The presentation throughout the whole concert was nothing if not theatrical, as if “leading on” from the worlds-within-worlds contrast between the rawness of the elements without and the warmth and geniality within the venue at the start; with atmospheric lighting at the performance’s beginning, adding focus to the welcome in Te Reo given us by one of the players, and indicating something of the solemnity of the music’s occasion. Conductor Doug Harvey got a warm, rich sound from his players at the music’s outset, one which brought out a homogeneity of solemn feeling while keeping the individual lines clear. I thought the lower and deeper of the viola soloist’s lines were delivered more warmly and securely, his intonation showing some strain here and there as his line rose, though the accompanying figures gave him plenty of unfailing support. This music always surprises me by its brevity, its sense of “not a note wasted” seeming to defy normal time in a trance-like manner, and awaken us from the spell at the end most unexpectedly – here, the ensemble’s playing readily took us to those realms, and evoked a moment in time, a quiet frisson of valediction.

We are a bit “spoiled” for the “first fifty” Haydn Symphonies in Wellington at present in relative terms, most recently with this performance of No. 45, and the ensemble Camerata gradually working through the earliest essays by the composer in this form, hopefully about to take on No.14 at an as yet undisclosed date! I was sure I’d seen a performance of the “Farewell” elsewhere here in Wellington over the last dozen or so years, but the Middle C search engine (since 2008) has come up empty-handed! Whatever the case this performance made up in spadefuls for the omission with both interpretative focus and performance commitment from the Band, the occasional roughness around the music’s edges mattering not a whit amid the excitement, humour and gracefulness of the playing overall.

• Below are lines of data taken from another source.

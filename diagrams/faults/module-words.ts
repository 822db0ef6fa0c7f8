import type { Circuit } from '../document/circuit-schema'
import type { ModulePin } from '../document/pin-circuit-schema'
import { nodeName } from '../document/points'
import { splitEnd } from '../document/ports'
import type { SiteAnswer } from './answer'
import { fewWords, listWords } from './value-words'

const groups: readonly { name: string; types: readonly ModulePin['circuit']['type'][] }[] = [
  { name: 'feeds', types: ['supply'] },
  { name: 'grounds', types: ['ground'] },
  { name: 'inputs', types: ['pull-up', 'pull-down'] },
  { name: 'outputs', types: ['low-side', 'high-side', 'source'] },
]

/**
 * What stands between a verdict on a module and its renewal: "Before replacing M2: feeds and grounds are proved
 * good; pin 9 is still in question." Empty when no place of a module is held to be at fault.
 */
export function moduleWords(circuit: Circuit, sites: readonly SiteAnswer[]): string {
  const faulty = sites.find((site) => site.verdict === 'faulty' && /^(pin|module):/.test(site.site))
  if (!faulty) return ''
  const id = splitEnd(`${faulty.site.slice(faulty.site.indexOf(':') + 1)}.`).node
  const module = circuit.nodes.find((node) => node.id === id)
  if (module?.kind !== 'module') return ''
  const verdicts = new Map(sites.map((site) => [site.site, site.verdict]))
  const others = module.pins.flatMap((pin) => {
    const verdict = verdicts.get(`pin:${id}.${pin.pin}`)
    return verdict === undefined || verdict === 'faulty' ? [] : [{ pin, verdict }]
  })
  const good = groups.filter(({ types }) => {
    const pins = others.filter(({ pin }) => types.includes(pin.circuit.type))
    return pins.length > 0 && pins.every(({ verdict }) => verdict === 'proved-good')
  })
  const open = others.filter(({ verdict }) => verdict === 'in-question').map(({ pin }) => pin.pin)
  const said = [
    good.length > 0 ? `${listWords(good.map(({ name }) => name))} are proved good` : '',
    open.length > 0
      ? `${open.length === 1 ? 'pin' : 'pins'} ${fewWords(open, 4)} ${open.length === 1 ? 'is' : 'are'} still in question`
      : '',
  ].filter(Boolean)
  return `Before replacing ${nodeName(module)}: ${said.join('; ') || 'prove its feeds and grounds'}.`
}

At the beginning the vigorous driving rhythms sharply underlined the music’s dynamic contrasts, with horns and winds colouring the textures most evocatively, setting the initial urgency against the grace and good humour of the second subject group. Throughout, the musicians did their best to “fill out” the hall’s somewhat dry ambiences and impart some bloom to the sounds. The second movement tempo adroitly caught the music’s grace and gentle humour, the winds’ entries particularly “pointed” following the gently “covered” tones of the strings. I enjoyed the floated string lines over the deftly “etched-in” accompaniments at the beginning of the music’s middle section, as well as the horns’ beautifully-voiced call in thirds at another point, the enchantment of it all coming from the musicians seeming to really “care” about making their notes speak to us.

The rapid tempo for the minuet took me by surprise, but conductor Harvey and his players made it work, uproariously sounding the tutti sections in contrast to the “Jack, be nimble” feetwork of the surrounding sequences. By the time the horns had gotten to introduce the Trio, I was grooving along with the music most happily, and chortling, albeit unobtrusively, at the music’s “throwaway” ending!

The fourth movement’s allegro wasn’t rushed off its feet, here, but allowed some girth, while still able to scintillate in the quick-moving passages, the dynamics strongly-focused with terrific ensemble-playing. At the opening’s reprise,  the horns and winds sounded out splendidly, holding their lines amid the growing agitations, leading up to the dramatic luftpause. The adagio which followed featured the gradual exit of all the players (and the conductor), and a “thinning-out” of the orchestral textures, finally leaving but two of the first chair violinists, who, sweetly and demurely, finished the work.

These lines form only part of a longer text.